参拝を済ませ、振り返ると左後ろに応神陵の堤の一部にも見える陪塚の誉田丸山古墳(古市丸山古墳)があります。この古墳から出土したとされる金銅装馬具類が近くの誉田八幡宮に所蔵され、現在は国宝に指定されています。

応神天皇陵(羽曳野市)
誉田丸山古墳

拝所から道路に戻ると、正面(北)にも木々で覆われたこんもりとした丘が見えます。

応神天皇陵(羽曳野市) 大鳥塚古墳
大鳥塚古墳

こちらは陪塚ではなく独立した国史跡の大鳥塚古墳です。前方後円墳ですが百舌鳥・古市古墳群では変則的な後円部3段、前方部2段というもので、後円部が著しく高い造りになっています。

応神天皇陵(羽曳野市) 大鳥塚古墳
大鳥塚古墳の説明板

応神天皇陵と大鳥塚古墳の間の道を東に進み、西名阪自動車道の高架をくぐり、最初の交差点を左折し、しばらく進むと左手の公園の真ん中に盾塚(たてづか)古墳があります。これは盾が10枚も埋めてあったことからついた名前だそうです。

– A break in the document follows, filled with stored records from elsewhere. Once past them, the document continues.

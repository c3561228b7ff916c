import type { LibraryFunction } from '../contracts'
import type { LooseProblem } from '../../errors/problem'
import type { Expression, UnitPhrase } from '../parse/expression'
import type { Dimension } from './dimension'

export interface DimensionContext {
  dimensionOfSymbol(name: string): Dimension | undefined
  /** The unit that the symbol's own line asks for or was typed with, where it has one. */
  unitOfSymbol(name: string): UnitPhrase | undefined
  functions: ReadonlyMap<string, LibraryFunction>
  /** Unit asked for by the line's `unit` field; a trailing `to` of the expression goes before it. */
  unit?: UnitPhrase
  /** Dimension of a special form (`at`, `interpolate`, `entry`, `C.max`), which only the graph knows. */
  dimensionOfForm?(
    call: Extract<Expression, { type: 'call' }>,
    argumentDimensions: (Dimension | undefined)[],
  ): Dimension | LooseProblem | undefined
  /** Field named by spans and repairs; `expression` unless told otherwise. */
  field?: string
}

export interface DimensionResult {
  /** Absent where a symbol's dimension is unknown (it waits) or a problem stands in the way. */
  dimension?: Dimension
  /** The computed number times this is the value in SI: 2π for `n to rad/s`; else 1. */
  scale: number
  /** The unit asked for, where one is. */
  unit?: UnitPhrase
  /** `numerical_value` makes it so: the checker must see that. */
  empirical: boolean
  problems: LooseProblem[]
}
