/**
 * What the rules of one check share: the expression, what is known of its symbols, and what was found. Every rule
 * is a function of it; `of` leads from a rule back to the dimension of a part, so that no rule imports another's.
 */
import type { LooseProblem } from '../../errors/problem'
import type { Expression, ParsedExpression, UnitPhrase } from '../parse/expression'
import { mismatch } from '../problems'
import type { DimensionContext } from './context'
import type { Dimension } from './dimension'

/** The literal 0 has any dimension; a condition has none; undefined is not known or not right. */
export type Sort = Dimension | 'any' | 'truth' | undefined

/** The unit asked for where an expression as a whole answers it. */
export interface Wanted {
  dimension: Dimension
  unit: UnitPhrase
}

export const isDimension = (sort: Sort): sort is Dimension => typeof sort === 'object'

type DimensionOf = (checking: Checking, node: Expression, wanted?: Wanted) => Sort

export class Checking {
  readonly problems: LooseProblem[] = []
  /** Whether `numerical_value` stands in it. */
  empirical = false
  readonly field: string
  readonly unitOfName = (name: string): UnitPhrase | undefined => this.context.unitOfSymbol(name)

  constructor(
    readonly parsed: ParsedExpression,
    readonly context: DimensionContext,
    private readonly dimensionOf: DimensionOf,
  ) {
    this.field = context.field ?? 'expression'
  }

  /** The sort of a part; problems found on the way are noted. */
  of(node: Expression, wanted?: Wanted): Sort {
    return this.dimensionOf(this, node, wanted)
  }

  /** Notes a problem; what it stands in has no dimension. */
  note(problem: LooseProblem): undefined {
    this.problems.push(problem)
    return undefined
  }

  /** As typed. */
  shown(node: Expression): string {
    return this.parsed.text.slice(node.range.from, node.range.to)
  }

  span(node: Expression): { field: string; from: number; to: number } {
    return { field: this.field, from: node.range.from, to: node.range.to }
  }

  /** The unit that a literal or a symbol was given in. */
  unitOf(node: Expression): UnitPhrase | undefined {
    if (node.type === 'group') return this.unitOf(node.inner)
    if (node.type === 'quantity') return node.unit
    return node.type === 'symbol' ? this.context.unitOfSymbol(node.name) : undefined
  }

  /** A condition stands where a value is needed. */
  notValue(node: Expression): undefined {
    return this.note(
      mismatch(`${this.shown(node)} is a condition, and a value is needed here.`, this.span(node)),
    )
  }
}
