/** Two parts that must be alike: the sides of a sum or comparison, the values of a condition; and conditions. */
import type { Repair } from '../../errors/problem'
import type { Expression } from '../parse/expression'
import { mismatch, repairOf } from '../problems'
import type { Checking, Sort, Wanted } from './checking'
import { sameDimension, turns, type Dimension } from './dimension'
import { withTurns } from './factors'
import { mending } from './mending'
import { differenceAgainstScale, offsetUnitOf, sumOfTemperatures, temperatureKind } from './temperature'
import { inWords } from './words'

type Binary = Extract<Expression, { type: 'binary' }>
type Conditional = Extract<Expression, { type: 'conditional' }>

interface Side {
  node: Expression
  sort: Sort
  /** As a message begins: `The left side of +`. */
  words: string
}

/** Says so where a value stands for a condition; `word` is what takes it. */
export const asCondition = (
  checking: Checking,
  node: Expression,
  sort: Sort,
  word: string,
): 'truth' | undefined => {
  if (sort === 'truth' || sort === undefined) return sort
  const example = word === '?' ? '(a < b) ?' : `${word} (a < b)`
  return checking.note(
    mismatch(
      `${word} takes a condition, and ${checking.shown(node)} is a value. Write the comparison in brackets: ${example}.`,
      checking.span(node),
    ),
  )
}

/** `angular_speed(n)` in the place of n, which counts turns. */
const angularSpeedRepair = (checking: Checking, turning: Expression): Repair => {
  const call = `angular_speed(${checking.shown(turning.type === 'group' ? turning.inner : turning)})`
  const { text } = checking.parsed
  const mended = text.slice(0, turning.range.from) + call + text.slice(turning.range.to)
  return repairOf(`Write ${call}`, checking.field, mended)
}

/** Why two dimensions differ, to stand behind what they are, and what mends it. */
const difference = (
  checking: Checking,
  left: Expression,
  before: Dimension,
  right: Expression,
  after: Dimension,
): { hint: string; repairs: Repair[] } => {
  if (!sameDimension(withTurns(before, 0), withTurns(after, 0))) {
    const hint = mending(after, before).replace(', it would', ', the right side would')
    return { hint, repairs: [] }
  }
  const [turning, own] = turns(before) !== 0 ? [left, before] : [right, after]
  const hint = ` ${checking.shown(turning)} counts turns; an angular speed is 2π times the rotational frequency.`
  return { hint, repairs: turns(own) === 1 ? [angularSpeedRepair(checking, turning)] : [] }
}

/** The sort of both sides; `whole` is marked where they differ. */
const alike = (checking: Checking, whole: Expression, left: Side, right: Side): Sort => {
  const { sort: before } = left
  const { sort: after } = right
  if (before === 'truth') return checking.notValue(left.node)
  if (after === 'truth') return checking.notValue(right.node)
  if (before === undefined || after === undefined) return undefined
  if (before === 'any') return after
  if (after === 'any' || sameDimension(before, after)) return before
  const { hint, repairs } = difference(checking, left.node, before, right.node, after)
  const message = `${left.words} is ${inWords(before)}, ${right.words} ${inWords(after)}.${hint}`
  return checking.note(mismatch(message, checking.span(whole), repairs))
}

const comparesDifference = ({ unitOfName }: Checking, left: Expression, right: Expression): boolean => {
  const kinds = [temperatureKind(left, unitOfName), temperatureKind(right, unitOfName)]
  return kinds.includes('difference') && kinds.includes('absolute')
}

/** A sum, a difference, a comparison, or conditions joined by `and` or `or`. */
export const ofBinary = (checking: Checking, node: Binary, wanted: Wanted | undefined): Sort => {
  const { operator, left, right } = node
  if (operator === 'and' || operator === 'or') {
    const before = asCondition(checking, left, checking.of(left), operator)
    const after = asCondition(checking, right, checking.of(right), operator)
    return before && after
  }
  const isSum = operator === '+' || operator === '-'
  const asked = isSum ? wanted : undefined
  const both = alike(
    checking,
    node,
    { node: left, sort: checking.of(left, asked), words: `The left side of ${operator}` },
    { node: right, sort: checking.of(right, asked), words: 'the right side' },
  )
  if (!isSum) {
    if (both !== undefined && comparesDifference(checking, left, right)) {
      return checking.note({ ...differenceAgainstScale(checking.field), span: checking.span(node) })
    }
    return both === undefined ? undefined : 'truth'
  }
  const isAbsolute = (side: Expression): boolean => offsetUnitOf(side, checking.unitOfName) !== undefined
  return operator === '+' && isAbsolute(left) && isAbsolute(right)
    ? checking.note(sumOfTemperatures(node, checking.field))
    : both
}

/** `test ? then : otherwise` */
export const ofConditional = (checking: Checking, node: Conditional, wanted: Wanted | undefined): Sort => {
  const test = asCondition(checking, node.test, checking.of(node.test), '?')
  const both = alike(
    checking,
    node,
    { node: node.then, sort: checking.of(node.then, wanted), words: 'The value before :' },
    { node: node.otherwise, sort: checking.of(node.otherwise, wanted), words: 'the value after it' },
  )
  return test && both
}
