/**
 * A dimension: the exponents of the seven SI base units and of the turn, in this order. Turns stand
 * apart because rotational frequency and angular velocity are different quantities (ISO 80000-3) and
 * the 2π between them is the commonest slip of the trade.
 */
export const baseDimensions = [
  'length',
  'mass',
  'time',
  'current',
  'temperature',
  'amount',
  'luminous intensity',
  'turn',
] as const

/** Eight exponents, in the order of `baseDimensions`; fractions such as 0.5 occur (square roots). */
export type Dimension = readonly number[]

const rounded = (exponent: number): number => {
  if (Number.isInteger(exponent)) return exponent === 0 ? 0 : exponent
  const nearest = Math.round(exponent * 2520) / 2520
  return nearest === 0 ? 0 : nearest
}

export const dimensionless: Dimension = [0, 0, 0, 0, 0, 0, 0, 0]

export const dimension = (exponents: Partial<Record<(typeof baseDimensions)[number], number>>): Dimension =>
  baseDimensions.map((name) => exponents[name] ?? 0)

export const product = (a: Dimension, b: Dimension): Dimension => a.map((x, i) => rounded(x + (b[i] ?? 0)))

export const quotient = (a: Dimension, b: Dimension): Dimension => a.map((x, i) => rounded(x - (b[i] ?? 0)))

export const power = (a: Dimension, exponent: number): Dimension => a.map((x) => rounded(x * exponent))

export const sameDimension = (a: Dimension, b: Dimension): boolean => a.every((x, i) => x === b[i])

export const isDimensionless = (a: Dimension): boolean => a.every((x) => x === 0)

export const turns = (a: Dimension): number => a[7] ?? 0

盾塚古墳の北北西すぐに鞍塚古墳、西南西に少し離れて朱金塚古墳、さらに西に珠金塚西古墳、狼塚古墳という陪塚とも考えられる古墳がありましたが、高度経済成長期に府営住宅が建設されるなどして姿を消しました。現在は盾塚のみ復元され公園になっています。

応神天皇陵(羽曳野市)
盾塚古墳公園

再び来た道を戻り、西名阪自動車道下の信号を渡り、今度は左手の住宅街の中に入ります。約90m進んで左折し、次に80mほど進み右折。さらに100mほど南に歩くと右手にテニスコートが見えます。

応神天皇陵(羽曳野市)
茶山テニスコート(コインパーキングあり)

こちらは平成28年(2016年)7月にオープンした茶山テニスコートで、コインパーキングやトイレもあります。応神天皇陵東面にあたり、奥のフェンスには「応神天皇陵古墳」の文字が見えます。

応神天皇陵(羽曳野市)
テニスコートと応神陵の間には二ツ塚古墳

フェンスの「応神天皇陵古墳」の看板の右側手前の森は応神陵に先行して築造されたとされる二ツ塚古墳です。こちらは墳丘長約110mの前方後円墳で、応神天皇に近い人物が埋葬された可能性が高そうです。

応神天皇陵(羽曳野市)
東馬塚古墳

さらにテニスコート右(北)側に目をやると、住宅地の手前に高いフェンスで囲われた小高い塚が見えます。こちらは墳丘長約30m、高さ約3.5mの方墳で東馬塚古墳と呼ばれています。石柱には「応神天皇惠我藻伏崗陵陪塚 宮内省」と彫られています。

応神天皇陵(羽曳野市)
栗塚古墳

東馬塚古墳から150mほど南に進むと、東高野街道に出るので左折します。するとすぐ左の工場と民家の間に栗塚古墳が見えます。こちらは築造当初よりひとまわり小さくなっており、元は一辺43m、高さ5mの二段築成の方墳だったようです。東馬塚古墳同様に、宮内省時代に建てられた陪塚指定を示す石柱があります。ちなみに、藤井寺市の古室山古墳もかつては栗塚と呼ばれていました。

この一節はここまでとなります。